BEGIN SOURCE MATERIAL

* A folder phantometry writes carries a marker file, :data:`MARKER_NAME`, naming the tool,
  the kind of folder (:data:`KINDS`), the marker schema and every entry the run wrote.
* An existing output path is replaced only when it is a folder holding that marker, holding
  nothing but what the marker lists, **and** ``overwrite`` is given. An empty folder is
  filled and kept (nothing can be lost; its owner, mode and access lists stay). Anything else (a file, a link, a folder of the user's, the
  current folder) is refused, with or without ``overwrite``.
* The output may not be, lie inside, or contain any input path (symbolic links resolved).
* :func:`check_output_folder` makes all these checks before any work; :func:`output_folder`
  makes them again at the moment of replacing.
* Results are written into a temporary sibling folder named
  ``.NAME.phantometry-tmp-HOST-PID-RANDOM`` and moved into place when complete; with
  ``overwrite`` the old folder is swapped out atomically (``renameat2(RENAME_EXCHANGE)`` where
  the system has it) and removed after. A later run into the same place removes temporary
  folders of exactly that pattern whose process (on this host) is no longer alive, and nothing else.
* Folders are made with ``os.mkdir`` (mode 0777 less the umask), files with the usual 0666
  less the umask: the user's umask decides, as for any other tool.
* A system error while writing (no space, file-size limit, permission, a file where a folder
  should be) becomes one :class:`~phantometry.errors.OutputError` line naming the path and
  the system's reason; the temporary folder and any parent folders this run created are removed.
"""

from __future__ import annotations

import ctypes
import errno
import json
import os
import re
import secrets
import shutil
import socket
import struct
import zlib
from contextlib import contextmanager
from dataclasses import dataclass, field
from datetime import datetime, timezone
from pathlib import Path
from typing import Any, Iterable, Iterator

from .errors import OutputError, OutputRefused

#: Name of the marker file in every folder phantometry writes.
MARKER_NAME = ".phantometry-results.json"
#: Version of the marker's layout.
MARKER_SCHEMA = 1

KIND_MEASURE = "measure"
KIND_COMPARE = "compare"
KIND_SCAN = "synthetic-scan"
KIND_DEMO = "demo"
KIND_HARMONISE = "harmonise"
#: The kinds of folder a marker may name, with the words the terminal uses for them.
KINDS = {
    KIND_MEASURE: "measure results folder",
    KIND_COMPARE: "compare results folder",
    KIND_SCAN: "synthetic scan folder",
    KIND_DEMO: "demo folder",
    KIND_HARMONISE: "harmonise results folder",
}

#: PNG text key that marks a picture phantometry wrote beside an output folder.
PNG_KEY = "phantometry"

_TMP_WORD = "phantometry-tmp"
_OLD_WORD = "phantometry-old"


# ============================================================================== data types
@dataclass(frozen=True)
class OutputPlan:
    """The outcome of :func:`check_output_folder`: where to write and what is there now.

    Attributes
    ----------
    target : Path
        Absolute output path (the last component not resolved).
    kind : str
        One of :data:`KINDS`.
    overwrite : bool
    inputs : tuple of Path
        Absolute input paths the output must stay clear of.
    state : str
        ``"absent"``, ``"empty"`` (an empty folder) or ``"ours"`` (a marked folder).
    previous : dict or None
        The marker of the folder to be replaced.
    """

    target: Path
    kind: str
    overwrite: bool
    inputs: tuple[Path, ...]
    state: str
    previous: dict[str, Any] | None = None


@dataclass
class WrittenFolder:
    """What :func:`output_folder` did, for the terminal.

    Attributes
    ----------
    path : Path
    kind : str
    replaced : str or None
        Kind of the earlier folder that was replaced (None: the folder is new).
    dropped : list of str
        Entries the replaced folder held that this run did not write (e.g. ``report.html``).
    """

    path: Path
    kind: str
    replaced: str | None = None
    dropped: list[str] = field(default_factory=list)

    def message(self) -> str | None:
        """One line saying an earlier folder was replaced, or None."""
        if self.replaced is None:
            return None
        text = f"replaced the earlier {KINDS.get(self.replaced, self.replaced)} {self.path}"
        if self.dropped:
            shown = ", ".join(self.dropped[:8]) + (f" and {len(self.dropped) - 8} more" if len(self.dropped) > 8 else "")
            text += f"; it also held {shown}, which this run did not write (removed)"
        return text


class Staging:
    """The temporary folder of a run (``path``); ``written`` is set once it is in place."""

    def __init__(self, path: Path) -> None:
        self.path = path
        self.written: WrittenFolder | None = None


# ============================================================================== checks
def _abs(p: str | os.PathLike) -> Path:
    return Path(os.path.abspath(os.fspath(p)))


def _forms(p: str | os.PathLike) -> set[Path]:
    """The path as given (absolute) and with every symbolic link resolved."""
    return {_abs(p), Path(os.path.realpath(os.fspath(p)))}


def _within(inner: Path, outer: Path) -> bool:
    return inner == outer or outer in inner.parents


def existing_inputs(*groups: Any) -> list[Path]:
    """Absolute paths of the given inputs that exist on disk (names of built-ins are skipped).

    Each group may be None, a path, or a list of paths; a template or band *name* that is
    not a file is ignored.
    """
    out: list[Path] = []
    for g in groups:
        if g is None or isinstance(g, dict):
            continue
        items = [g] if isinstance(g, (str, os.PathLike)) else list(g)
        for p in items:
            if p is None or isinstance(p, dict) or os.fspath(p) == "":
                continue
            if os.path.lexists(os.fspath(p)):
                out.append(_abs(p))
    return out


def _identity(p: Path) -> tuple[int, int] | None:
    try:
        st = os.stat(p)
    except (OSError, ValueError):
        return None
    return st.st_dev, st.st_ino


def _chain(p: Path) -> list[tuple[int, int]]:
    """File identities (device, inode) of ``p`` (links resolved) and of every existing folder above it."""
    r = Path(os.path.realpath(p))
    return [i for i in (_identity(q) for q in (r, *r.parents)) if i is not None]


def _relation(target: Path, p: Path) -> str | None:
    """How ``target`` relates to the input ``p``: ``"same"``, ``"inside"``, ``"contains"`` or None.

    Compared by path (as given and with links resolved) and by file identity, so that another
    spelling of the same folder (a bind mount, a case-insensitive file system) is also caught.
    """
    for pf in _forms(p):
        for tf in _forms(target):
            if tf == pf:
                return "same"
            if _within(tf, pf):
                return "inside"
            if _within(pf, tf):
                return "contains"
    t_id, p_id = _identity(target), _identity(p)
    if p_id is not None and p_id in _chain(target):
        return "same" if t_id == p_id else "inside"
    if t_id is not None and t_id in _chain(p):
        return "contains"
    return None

END SOURCE MATERIAL

[TASK STATEMENT] Every line of the material needs to be returned exactly.

[COMPLETED EXERCISE]
* A folder phantometry writes carries a marker file, :data:`MARKER_NAME`, naming the tool,
  the kind of folder (:data:`KINDS`), the marker schema and every entry the run wrote.
* An existing output path is replaced only when it is a folder holding that marker, holding
  nothing but what the marker lists, **and** ``overwrite`` is given. An empty folder is
  filled and kept (nothing can be lost; its owner, mode and access lists stay). Anything else (a file, a link, a folder of the user's, the
  current folder) is refused, with or without ``overwrite``.
* The output may not be, lie inside, or contain any input path (symbolic links resolved).
* :func:`check_output_folder` makes all these checks before any work; :func:`output_folder`
  makes them again at the moment of replacing.
* Results are written into a temporary sibling folder named
  ``.NAME.phantometry-tmp-HOST-PID-RANDOM`` and moved into place when complete; with
  ``overwrite`` the old folder is swapped out atomically (``renameat2(RENAME_EXCHANGE)`` where
  the system has it) and removed after. A later run into the same place removes temporary
  folders of exactly that pattern whose process (on this host) is no longer alive, and nothing else.
* Folders are made with ``os.mkdir`` (mode 0777 less the umask), files with the usual 0666
  less the umask: the user's umask decides, as for any other tool.
* A system error while writing (no space, file-size limit, permission, a file where a folder
  should be) becomes one :class:`~phantometry.errors.OutputError` line naming the path and
  the system's reason; the temporary folder and any parent folders this run created are removed.
"""

from __future__ import annotations

import ctypes
import errno
import json
import os
import re
import secrets
import shutil
import socket
import struct
import zlib
from contextlib import contextmanager
from dataclasses import dataclass, field
from datetime import datetime, timezone
from pathlib import Path
from typing import Any, Iterable, Iterator

from .errors import OutputError, OutputRefused

#: Name of the marker file in every folder phantometry writes.
MARKER_NAME = ".phantometry-results.json"
#: Version of the marker's layout.
MARKER_SCHEMA = 1

KIND_MEASURE = "measure"
KIND_COMPARE = "compare"
KIND_SCAN = "synthetic-scan"
KIND_DEMO = "demo"
KIND_HARMONISE = "harmonise"
#: The kinds of folder a marker may name, with the words the terminal uses for them.
KINDS = {
    KIND_MEASURE: "measure results folder",
    KIND_COMPARE: "compare results folder",
    KIND_SCAN: "synthetic scan folder",
    KIND_DEMO: "demo folder",
    KIND_HARMONISE: "harmonise results folder",
}

#: PNG text key that marks a picture phantometry wrote beside an output folder.
PNG_KEY = "phantometry"

_TMP_WORD = "phantometry-tmp"
_OLD_WORD = "phantometry-old"


# ============================================================================== data types
@dataclass(frozen=True)
class OutputPlan:
    """The outcome of :func:`check_output_folder`: where to write and what is there now.

    Attributes
    ----------
    target : Path
        Absolute output path (the last component not resolved).
    kind : str
        One of :data:`KINDS`.
    overwrite : bool
    inputs : tuple of Path
        Absolute input paths the output must stay clear of.
    state : str
        ``"absent"``, ``"empty"`` (an empty folder) or ``"ours"`` (a marked folder).
    previous : dict or None
        The marker of the folder to be replaced.
    """

    target: Path
    kind: str
    overwrite: bool
    inputs: tuple[Path, ...]
    state: str
    previous: dict[str, Any] | None = None


@dataclass
class WrittenFolder:
    """What :func:`output_folder` did, for the terminal.

    Attributes
    ----------
    path : Path
    kind : str
    replaced : str or None
        Kind of the earlier folder that was replaced (None: the folder is new).
    dropped : list of str
        Entries the replaced folder held that this run did not write (e.g. ``report.html``).
    """

    path: Path
    kind: str
    replaced: str | None = None
    dropped: list[str] = field(default_factory=list)

    def message(self) -> str | None:
        """One line saying an earlier folder was replaced, or None."""
        if self.replaced is None:
            return None
        text = f"replaced the earlier {KINDS.get(self.replaced, self.replaced)} {self.path}"
        if self.dropped:
            shown = ", ".join(self.dropped[:8]) + (f" and {len(self.dropped) - 8} more" if len(self.dropped) > 8 else "")
            text += f"; it also held {shown}, which this run did not write (removed)"
        return text


class Staging:
    """The temporary folder of a run (``path``); ``written`` is set once it is in place."""

    def __init__(self, path: Path) -> None:
        self.path = path
        self.written: WrittenFolder | None = None


# ============================================================================== checks
def _abs(p: str | os.PathLike) -> Path:
    return Path(os.path.abspath(os.fspath(p)))


def _forms(p: str | os.PathLike) -> set[Path]:
    """The path as given (absolute) and with every symbolic link resolved."""
    return {_abs(p), Path(os.path.realpath(os.fspath(p)))}


def _within(inner: Path, outer: Path) -> bool:
    return inner == outer or outer in inner.parents


def existing_inputs(*groups: Any) -> list[Path]:
    """Absolute paths of the given inputs that exist on disk (names of built-ins are skipped).

    Each group may be None, a path, or a list of paths; a template or band *name* that is
    not a file is ignored.
    """
    out: list[Path] = []
    for g in groups:
        if g is None or isinstance(g, dict):
            continue
        items = [g] if isinstance(g, (str, os.PathLike)) else list(g)
        for p in items:
            if p is None or isinstance(p, dict) or os.fspath(p) == "":
                continue
            if os.path.lexists(os.fspath(p)):
                out.append(_abs(p))
    return out


def _identity(p: Path) -> tuple[int, int] | None:
    try:
        st = os.stat(p)
    except (OSError, ValueError):
        return None
    return st.st_dev, st.st_ino


def _chain(p: Path) -> list[tuple[int, int]]:
    """File identities (device, inode) of ``p`` (links resolved) and of every existing folder above it."""
    r = Path(os.path.realpath(p))
    return [i for i in (_identity(q) for q in (r, *r.parents)) if i is not None]


def _relation(target: Path, p: Path) -> str | None:
    """How ``target`` relates to the input ``p``: ``"same"``, ``"inside"``, ``"contains"`` or None.

    Compared by path (as given and with links resolved) and by file identity, so that another
    spelling of the same folder (a bind mount, a case-insensitive file system) is also caught.
    """
    for pf in _forms(p):
        for tf in _forms(target):
            if tf == pf:
                return "same"
            if _within(tf, pf):
                return "inside"
            if _within(pf, tf):
                return "contains"
    t_id, p_id = _identity(target), _identity(p)
    if p_id is not None and p_id in _chain(target):
        return "same" if t_id == p_id else "inside"
    if t_id is not None and t_id in _chain(p):
        return "contains"
    return None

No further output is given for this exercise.